Consistent and Available (CA)
Available and Partition Tolerance (AP)
Consistent and Partition Tolerance (CP)

Let's see each of these properties in detail.

Consistent and Available

A system that is consistent and available assumes that there will never be a network partition. This is only possible in single-node systems or a monolithic application. These kinds of systems are unrealistic in the case of distributed architecture. In the real world, network-related issues do happen, and it will make the system prone to complete failures.

As an example, imagine a single-node small e-commerce store:

Availability: The system will always be able to respond to user requests as long as the server is running.
Consistency: If a customer adds some data to the cart, it will always reflect the latest data to the user. So it is consistent.
Partition Tolerance: Since this is a single-node system, in case the server fails, the entire application will fail as it does not have any partition tolerance.

Available and Partition Tolerance

This defines that the system will always be available even if there is an incident of network partition. However, there is a catch here. The responses we are getting may not be the latest ones. The reason is, there are some node failures due to which the latest state is not updated across all the nodes.

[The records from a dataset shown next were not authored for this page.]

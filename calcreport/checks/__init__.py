"""Design checks: each result against its criterion, with the criterion's basis.

Limits come from ``catalog/criteria.toml`` unless the input's ``[criteria]`` overrides them.
A default limit not met (a rule of thumb marked common practice, or a published guideline)
asks for review; a limit the project sets itself is a requirement of that project, and
exceeding it fails. Physical impossibilities (no NPSH available at all) fail whatever the
criteria.

:func:`evaluate` runs the checks of one operating state, :func:`once` those of the whole
system, :func:`governing` keeps one check per id from the state that governs it. One module
a family: :mod:`~calcreport.checks.criteria` (limits, status, the states checked), :mod:`~.flow`,
:mod:`~.suction`, :mod:`~.operation`, :mod:`~.pressure` and :mod:`~.motor`.
"""

from __future__ import annotations

from typing import Any

from calcreport.checks.criteria import criterion, states
from calcreport.checks.flow import _check_valve, _exit_item, _regime, _velocity
from calcreport.checks.motor import _motor_loading, _motor_site
from calcreport.checks.operation import (
    _curve_stability,
    _duty,
    _operating_region,
    _thermal,
    _trim,
    _viscous,
    preferred_range,
)
from calcreport.checks.pressure import _min_pressure, _pressure_rating, _surge
from calcreport.checks.suction import (
    _npsh_margin,
    _npsh_open_item,
    _npsh_positive,
    _submergence,
    _suction_pressure,
)
from calcreport.model.schema import Model
from calcreport.trace import DESIGN_CASE, Check

__all__ = ["criterion", "evaluate", "governing", "once", "preferred_range", "states"]


_SEVERITY = {"fail": 0, "review": 1, "pass": 2}


def evaluate(model: Model, results: dict[str, Any], case: str) -> list[Check]:
    """The design checks of one operating case's results."""
    found: list[Check] = []
    for pipe in model.pipes:
        found += _velocity(model, results["pipes"][pipe.id], pipe.id, pipe.line, case)
        found.append(_regime(results["pipes"][pipe.id], pipe.id, case))
        if "check_valve_min_velocity" in results["pipes"][pipe.id]:
            found.append(_check_valve(model, results["pipes"][pipe.id], pipe.id, case))
    found.append(_npsh_positive(model, results, case))
    route = results.get("route", {})
    if "min_pressure_head" in route:
        found.append(_min_pressure(model, route, case))
    if "suction_min_pressure_head" in route:
        found.append(_suction_pressure(route, case))
    if "intake" in results:
        found.append(_submergence(model, results["intake"], case))
    if model.pump.curve is None:
        found.append(_npsh_open_item(results, case))
        return found
    point = results.get("operating_point")
    profile_point = results.get("state_kind") == "profile"
    if point is None:
        found.append(
            Check(
                id="operating_point",
                title="Pump and system curves intersect",
                # A case that need not meet the duty (a pump out, a speed extreme) informs.
                status="fail" if results.get("duty_case", True) else "review",
                value=None,
                unit="",
                limit=None,
                comparison="exists",
                basis="The pump runs where its curve meets the system curve; without an "
                "intersection within the curve data the pump cannot serve this case"
                + (" (a duty-profile point must be served at its flow)" if profile_point else ""),
                reference="karassik_2008",
                case=case,
                message=f"the pump cannot run at this profile point: {results['unserved']}"
                if profile_point
                else "no intersection within the curve data; see the notes",
            )
        )
        return found
    # A profile point runs at its own flow by its control: no duty margin to meet there.
    if results.get("duty_case", True) and not profile_point:
        found.append(_duty(model, results, point, case))
    if "npsh_required" in point:
        found.append(_npsh_margin(model, results, point, case))
    else:
        found.append(_npsh_open_item(results, case))
    if "flow_ratio_bep" in point:
        found += _operating_region(model, point, case)
    if model.pump.min_continuous_flow is not None:
        minimum = model.pump.min_continuous_flow.value
        # At another speed, the flow that corresponds to the curve's speed (affinity laws).
        q = point.get("curve_flow", point.get("flow_per_pump", point["flow"]))["value"]
        found.append(
            Check(
                id="min_continuous_flow",
                title="Operating flow above the minimum continuous flow",
                status="pass" if q >= minimum else "fail",
                value=q,
                unit="m^3/s",
                limit=minimum,
                comparison=">=",
                basis="Pump data: minimum continuous stable flow (pump.min_continuous_flow) at "
                "the curve's speed; a state at another speed is compared at its corresponding "
                "flow Q·n0/n (affinity laws)",
                reference="input",
                case=case,
                message="" if q >= minimum else "the pump would run below its minimum flow",
                margin=q - minimum,
            )
        )
    return found


def once(model: Model, results: dict[str, Any]) -> list[Check]:
    """Checks that concern the whole system rather than one case."""
    found = []
    exit_check = _exit_item(model, DESIGN_CASE)
    if exit_check:
        found.append(exit_check)
    if "pump_curve" in results:
        found.append(_curve_stability(model, results))
    if model.pump.trim is not None:
        found.append(_trim(model))
    if "minimum_lift_speed" in results and model.pump.speed_range:
        n_lift = results["minimum_lift_speed"]["value"]
        n_min = model.pump.speed_range[0].value
        found.append(
            Check(
                id="minimum_speed",
                title="Minimum speed above the speed that lifts the static head",
                status="pass" if n_min > n_lift else "fail",
                value=n_min,
                unit="1/s",
                limit=n_lift,
                comparison=">",
                basis="Below this speed the shutoff head is less than the static "
                "head and the pump delivers nothing (affinity laws)",
                reference="karassik_2008",
                case="all",
                step=results["minimum_lift_speed"].get("from", ""),
                margin=n_min - n_lift,
                message="" if n_min > n_lift else "the minimum speed delivers no flow",
            )
        )
    if "thermal_min_flow" in results:
        found.append(_thermal(model, results))
    viscous = [
        (cid, r["viscous_correction"])
        for cid, r in results["cases"].items()
        if "viscous_correction" in r
    ]
    if viscous:
        found.append(_viscous(viscous))
    route = results.get("route", {})
    found += [_pressure_rating(model, rated) for rated in route.get("ratings", [])]
    if "surge" in results:
        events = results["surge"].get("events") or {"": results["surge"]}
        found += [_surge(ev) for ev in events.values()]
    motor = results.get("motor", {})
    site = _motor_site(model, motor)
    if site:
        found.append(site)
    if "rated_power" in motor:
        rated = motor["rated_power"]["value"] * motor.get("derating", {"value": 1.0})["value"]
        peak = motor["peak_shaft_power"]["value"]
        found.append(
            Check(
                id="motor_non_overloading",
                title="Motor rating covers the whole pump curve",
                status="pass" if rated >= peak else "fail",
                value=peak,
                unit="W",
                limit=rated,
                comparison="<=",
                basis="Non-overloading selection: the motor rating at service "
                "factor 1.0 (times the site derating, where given) is not below the largest "
                "shaft power anywhere on the pump curve",
                reference="karassik_2008",
                case="all",
                step=motor["peak_shaft_power"].get("from", ""),
            )
        )
        if motor.get("loading"):
            found.append(_motor_loading(motor))
    elif "peak_shaft_power" in motor:
        found.append(
            Check(
                id="motor_non_overloading",
                title="Motor rating covers the whole pump curve",
                status="fail",
                value=motor["peak_shaft_power"]["value"],
                unit="W",
                limit=None,
                comparison="<=",
                basis="The peak shaft power exceeds the largest standard rating in the catalogue",
                reference="iec_60072",
                case="all",
                step=motor["peak_shaft_power"].get("from", ""),
            )
        )
    return found


def governing(checks: list[Check]) -> list[Check]:
    """One check per id: the one of the case that governs (worst status, then worst value)."""
    best: dict[str, Check] = {}
    for check in checks:
        held = best.get(check.id)
        if held is None or _worse(check, held):
            best[check.id] = check
    return list(best.values())


def _worse(a: Check, b: Check) -> bool:
    if _SEVERITY[a.status] != _SEVERITY[b.status]:
        return _SEVERITY[a.status] < _SEVERITY[b.status]
    if a.margin is None or b.margin is None:
        return False
    return a.margin < b.margin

As an example, consider a social media platform like Instagram:

Availability: In case there is a network partition between some servers, users can still like posts and see like counts. There may be a delay in getting the latest posts, but the system is still functional.
Partition Tolerance: The system is still functional even in cases of some node failures or network failures.
Consistency: The system is not consistent here. Some users may see 10 likes on a post, while others may see 8 likes as updates are not propagated to all the servers.

Consistent and Partition Tolerance

This defines that the system will always be consistent even if there is a network partition. The system will always return the latest data. However, availability may take a hit here.

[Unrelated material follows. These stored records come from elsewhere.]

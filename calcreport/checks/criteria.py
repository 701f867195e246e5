"""Limits of the checks: the default or project criterion in SI with its basis and source,
a US report's customary value, the status a limit gives (review or fail), and the
operating states a check runs over.
"""

from __future__ import annotations

from functools import cache
from typing import Any

from calcreport import catalog
from calcreport.model.schema import Model
from calcreport.units import KIND_OF_SI_UNIT, parse, pretty_unit, show


def criterion(model: Model, name: str) -> tuple[float, str, str, bool]:
    """Limit value (SI), basis, reference key, and whether the project set it."""
    given = model.criteria.given.get(name)
    if given is not None:
        return given.value, f"Project criterion criteria.{name}", "input", True
    default = catalog.criteria()[name]
    system = model.project.units if "us_value" in default else "SI"
    basis = default["basis"]
    if system == "US":
        number, unit = default["us_value"].split(" ", 1)
        basis += (
            f". In US units the limit is {number} {pretty_unit(unit)}, {default['us_basis']} "
            f"({default['value']} in SI)"
        )
    return _default_value(name, system), basis, default["reference"], False


@cache
def _default_value(name: str, system: str) -> float:
    """A default limit in SI: in a US report its customary value where the table gives one."""
    default = catalog.criteria()[name]
    return parse(default["us_value" if system == "US" else "value"], default["kind"])


def _say(model: Model, value: float, si_unit: str) -> str:
    """A value for a check's message, in the report's units (``"4.92 ft/s"``)."""
    return show({"value": value, "unit": si_unit}, KIND_OF_SI_UNIT[si_unit], model.project.units, 3)


def _status(ok: bool, project_set: bool) -> str:
    if ok:
        return "pass"
    return "fail" if project_set else "review"


def _shown(model: Model, value: float, si_unit: str, kind: str) -> str:
    """A value for a check's message, in the report's units."""
    from calcreport.units import show

    return show({"value": value, "unit": si_unit}, kind, model.project.units)


def states(results: dict[str, Any]) -> dict[str, dict[str, Any]]:
    """Every operating state of a solve's results: the cases, then the duty-profile points."""
    return {**results["cases"], **results.get("profile_states", {})}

As an example, consider a banking system where someone is trying to transfer money from account A to account B. This system will be consistent and make sure that if the money is deducted, it should be reflected in account B.

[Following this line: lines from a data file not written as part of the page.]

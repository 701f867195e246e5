"""TOML input → validated :class:`~calcreport.model.schema.Model`.

Loading reads the whole file and reports every problem at once in one
:class:`~calcreport.errors.InputError`: each problem names its key path
(``pipe[2].length``: the second ``[[pipe]]`` table) and, where it can be
found, its line in the file, with a message that is a full sentence. Keys
are checked against the format, with a suggestion for a misspelt one;
quantities against the kind their key expects; values against what is
physically meaningful. A last pass checks what needs physics: the liquid
must not boil at the pressure on an open surface, and a vacuum cannot go
below absolute zero pressure. That pass runs whenever the fluid, the site
and a vessel's pressure were read without a problem, so its findings are
listed with every other problem of the file.
"""

from __future__ import annotations

import datetime as dt
import difflib
import hashlib
import itertools
import math
import re
import tomllib
from dataclasses import replace
from pathlib import Path
from typing import Any

from calcreport import catalog
from calcreport.errors import FileReadError, InputError, Problem
from calcreport.files import read_bounded
from calcreport.model.schema import (
    Component,
    Criteria,
    Envelope,
    Fitting,
    Fluid,
    Given,
    Model,
    Operation,
    Pipe,
    Project,
    Pump,
    PumpCurve,
    Site,
    Surge,
    Vessel,
)
from calcreport.units import KINDS, UnitProblem, as_written, expected, parse

__all__ = ["load", "loads"]

FORMAT = 1
GLYCOLS = ("ethylene_glycol", "propylene_glycol")
# Other liquids from CoolProp (calcreport.physics.liquids), with their lowest and highest
# temperatures: the formulation's lower limit (about the triple point) and a service limit.
LIQUID_RANGES = {
    "methanol": (176.0, 423.15),
    "ethanol": (160.0, 423.15),
    "toluene": (179.0, 423.15),
    "benzene": (279.0, 423.15),
    "n_hexane": (178.0, 423.15),
    "n_heptane": (183.0, 423.15),
    "seawater": (273.15, 393.15),
}
FLUID_KINDS = ("water", *GLYCOLS, *LIQUID_RANGES, "custom")
# Glycol solutions: the property fits' range, kept inside liquid and unfrozen service.
GLYCOL_T_MIN = 253.15
GLYCOL_T_MAX = 373.15
# Flow order: the suction header, each pump's suction branch, its discharge branch, the
# discharge line. A branch carries one pump's flow.
SIDES = ("suction", "suction_branch", "discharge_branch", "discharge")
INLETS = ("submerged", "free")
UNIT_SYSTEMS = ("SI", "US")

# Water is handled by IAPWS-IF97 region 1 from the triple point to 350 degC.
WATER_T_MIN = 273.16
WATER_T_MAX = 623.15

_TOP_KEYS = {
    "format",
    "project",
    "fluid",
    "duty",
    "site",
    "source",
    "destination",
    "pump",
    "motor",
    "drive",
    "operation",
    "pipe",
    "criteria",
    "report",
    "revision",
    "envelope",
    "friction_method",
    "component",
    "surge",
    "fittings_method",
}
_ENVELOPE_KEYS = {"temperature", "flow_required", "roughness", "strainer_dirty_dp"}
_REPORT_KEYS = {"purpose", "exclusions", "cautions"}
_REVISION_KEYS = {"revision", "date", "description", "prepared_by", "checked_by"}
_PROJECT_KEYS = {
    "title",
    "client",
    "calc_id",
    "revision",
    "date",
    "prepared_by",
    "checked_by",
    "units",
}
_FLUID_KEYS = {
    "kind",
    "temperature",
    "mass_fraction",
    "density",
    "viscosity",
    "vapor_pressure",
    "name",
    "bulk_modulus",
}
_VESSEL_KEYS = {"level", "level_low", "level_high", "pressure"}
_DESTINATION_KEYS = _VESSEL_KEYS | {"inlet", "outlet_elevation"}
_PIPE_KEYS = {
    "id",
    "side",
    "length",
    "inner_diameter",
    "roughness",
    "fittings",
    "elevation_start",
    "elevation_end",
    "nominal_size",
    "schedule",
    "material",
    "hazen_williams_c",
    "wall_thickness",
    "elastic_modulus",
    "poisson_ratio",
    "pressure_rating",
    "restraint",
}
RESTRAINTS = ("anchored", "upstream_anchor", "expansion_joints")
_COMPONENT_KEYS = {"id", "at", "pressure_rating", "note"}
SURGE_EVENTS = ("pump_trip", "valve_closure")
_SURGE_KEYS = {"event", "closure_time", "pump_stop_time"}
FRICTION_METHODS = ("darcy_weisbach", "hazen_williams")
FITTINGS_METHODS = ("two_k", "three_k")
_FITTING_KEYS = {"K", "count", "note", "kind", "dp", "at_flow", "other_diameter", "angle", "at"}
# Fittings between two diameters: the coefficient follows from the diameters (Crane TP-410).
DIAMETER_CHANGES = ("expander", "reducer")
EFFICIENCY_BASES = ("pump", "overall")
MOTOR_CLASSES = ("IE2", "IE3")
ARRANGEMENTS = ("parallel", "series")
IMPELLERS = ("single_suction", "double_suction")
MAX_PUMPS = 12
_PROVENANCE_KEYS = (
    "acceptance_grade",
    "manufacturer",
    "model",
    "impeller_diameter",
    "curve_reference",
    "curve_date",
    "npsh_basis",
)
_PUMP_KEYS = {
    "elevation",
    "efficiency",
    "speed",
    "curve",
    "preferred_range",
    "allowable_range",
    "min_continuous_flow",
    "speed_range",
    "efficiency_basis",
    "count",
    "standby",
    "arrangement",
    "pressure_rating",
    "stages",
    "impeller",
    *_PROVENANCE_KEYS,
}
_CURVE_KEYS = {"speed", "flow", "head", "efficiency", "npsh_required", "power", "file"}
_CURVE_COLUMNS = ("flow", "head", "efficiency", "npsh_required", "power")
MAX_CSV_BYTES = 200_000
MIN_CURVE_POINTS = 3
# Bounds on what one input may hold: far beyond any real system, small enough that a
# pasted or generated file cannot make a run take minutes or the report thousands of pages.
MAX_FILE_BYTES = 2_000_000
MAX_DEPTH = 16  # the format nests tables and arrays four deep at most
MAX_TEXT = 2_000
MAX_PIPES = 2_000
MAX_FITTINGS = 200
MAX_CURVE_POINTS = 200


class _Lines:
    """Where each key path stands in the TOML text (best effort)."""

    _HEADER = re.compile(r"^\s*(\[\[?)\s*([A-Za-z0-9_.\-]+)\s*\]\]?")
    _KEY = re.compile(r"^\s*([A-Za-z0-9_\-]+)\s*=")
    # Basic and literal strings on one line: blanked before looking for
    # brackets, braces and comments, which may stand inside a string.
    _STRING = re.compile(r'"(?:[^"\\]|\\.)*"|\'[^\']*\'')

    def __init__(self, text: str) -> None:
        self.at: dict[str, int] = {}
        counts: dict[str, int] = {}
        table = ""
        open_array: str | None = None
        element = 0
        for number, line in enumerate(text.splitlines(), start=1):
            code = self._STRING.sub('""', line).split("#", 1)[0]
            header = self._HEADER.match(code)
            if header and open_array is not None and not header.group(2)[:1].isalpha():
                header = None  # an array inside the open array, not a table header
            if header:
                open_array = None
                name = header.group(2)
                if header.group(1) == "[[":
                    counts[name] = counts.get(name, 0) + 1
                    table = f"{name}[{counts[name]}]"
                else:
                    parent, _, leaf = name.rpartition(".")
                    table = f"{self._resolve(parent, counts)}.{leaf}" if parent else name
                self.at.setdefault(table, number)
                continue
            key = self._KEY.match(code)
            if key and open_array is None:
                path = f"{table}.{key.group(1)}" if table else key.group(1)
                self.at.setdefault(path, number)
                rest = code[key.end() :]
                element = 0
                for _ in range(rest.count("{")):
                    element += 1
                    self.at.setdefault(f"{path}[{element}]", number)
                if rest.count("[") > rest.count("]"):
                    open_array = path
                continue
            if open_array is not None:
                for _ in range(code.count("{")):
                    element += 1
                    self.at.setdefault(f"{open_array}[{element}]", number)
                if code.count("]") > code.count("["):
                    open_array = None

    @staticmethod
    def _resolve(name: str, counts: dict[str, int]) -> str:
        return f"{name}[{counts[name]}]" if name in counts else name

    def line(self, path: str) -> int | None:
        while path:
            if path in self.at:
                return self.at[path]
            if f"{path}[1]" in self.at:  # an array of tables where a table belongs
                return self.at[f"{path}[1]"]
            cut = max(path.rfind("."), path.rfind("["))
            path = path[:cut] if cut > 0 else ""
        return None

Consistency: The system is consistent here. Users will always get the latest write. In an event of a server failure or a network failure, the system will return an error and will not allow initiating a transfer.
Partition Tolerance: In the event of a network failure, the system will return an error and will block the transaction until the partition is resolved. This way, no inconsistencies will be originated.
Availability: This system sacrifices availability as the transactions will be blocked until all partitions are resolved.

In practice, no system follows 100% AP or 100% CP. The systems in practice always establish a balance between availability and consistency. Though we have a consistent banking system (CP) that blocks transactions during a network partition, it can still allow balance inquiries as they do not modify any data. Similarly, a social media platform (AP) allows users to interact with posts during a network failure, but like counts may be inconsistent. However, they do have consistent operations that these systems may block, like profile updates, authentication, etc., until the partition failure gets resolved.

PACELC Theorem

The PACELC theorem is an extension of the CAP theorem that involves more terms to provide deeper insights into trade-offs. It states that if there is a Partition, then a distributed system must choose between Availability or Consistency, and Else it must choose between Latency or Consistency. These words, in short, make up PACELC.

The major addition to this theorem is the trade-off between latency and consistency. If the system is consistent, latency will take a hit. If the system is fast and provides low latency, consistency will take a hit.

Some examples of latency and consistency trade-offs are as follows:

Bank Transactions: Bank transactions need to be consistent, and the system waits until both debit and credit transactions are confirmed. This waiting guarantees no discrepancies but introduces latency.
Online Video Streaming: While streaming a live video, platforms prioritize low latency to ensure viewers can see the stream with minimal delay.